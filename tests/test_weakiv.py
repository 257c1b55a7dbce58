"""Weak-instrument diagnostics against independent computations.

Independent references: statsmodels OLS F and Wald tests (HC1 and cluster
covariances; statsmodels' cluster correction is G/(G-1)*(n-1)/(n-K) with an
F(q, G-1) reference, the same convention as ``conduct.weakiv``) and
linearmodels IV2SLS first-stage diagnostics (``debiased=True`` so that its
variances divide by n - K; under robust covariance its ``f.stat`` is a Wald
chi-square, which we divide by the number of instruments).
"""

from __future__ import annotations

import itertools
import math

import numpy as np
import pandas as pd
import pytest
import statsmodels.api as sm
from linearmodels.iv import IV2SLS
from scipy import stats

from conduct import stockyogo, weakiv
from conduct.errors import EstimationError, IdentificationError

# Agreement with statsmodels/linearmodels: both solve the same least-squares
# problems in double precision, so only rounding separates them.
REF_RTOL = 1e-8
# AR endpoints: the brief requires p-value = 1 - level within 1e-6.
ENDPOINT_PTOL = 1e-6
# Coverage Monte Carlo: 200 replications, accept within 3 binomial standard errors.
COVERAGE_REPS = 200
COVERAGE_SD = math.sqrt(0.95 * 0.05 / COVERAGE_REPS)

COVS: tuple[weakiv.Covariance, ...] = ("homoskedastic", "robust", "cluster")


def simulate(
    n: int = 300,
    k: int = 3,
    pi: float = 1.0,
    rho: float = 0.6,
    p: int = 1,
    hetero: bool = False,
    seed: int = 0,
    n_clusters: int = 30,
) -> dict[str, np.ndarray]:
    """Linear IV data: y = -1.5 x1 (+ 0.5 x2) + W g + u, X = Z Pi + W h + V."""
    rng = np.random.default_rng(seed)
    Z = rng.standard_normal((n, k))
    W = np.column_stack([np.ones(n), rng.standard_normal(n)])
    u = rng.standard_normal(n)
    scale = 1 + np.abs(Z[:, 0]) if hetero else np.ones(n)
    u = u * scale
    V = rho * u[:, None] + rng.standard_normal((n, p))
    Pi = pi * rng.uniform(0.5, 1.5, size=(k, p))
    X = Z @ Pi + W @ np.full((2, p), 0.5) + V
    beta = np.array([-1.5, 0.5][:p])
    y = X @ beta + W @ np.array([2.0, 1.0]) + u
    clusters = rng.integers(0, n_clusters, size=n)
    return {"y": y, "X": X, "Z": Z, "W": W, "clusters": clusters}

▸ TASK GOAL: Whenever the word "scale" shows up in a line of the entries, copy that line.

▸ OUTPUT BELOW:
    scale = 1 + np.abs(Z[:, 0]) if hetero else np.ones(n)
    u = u * scale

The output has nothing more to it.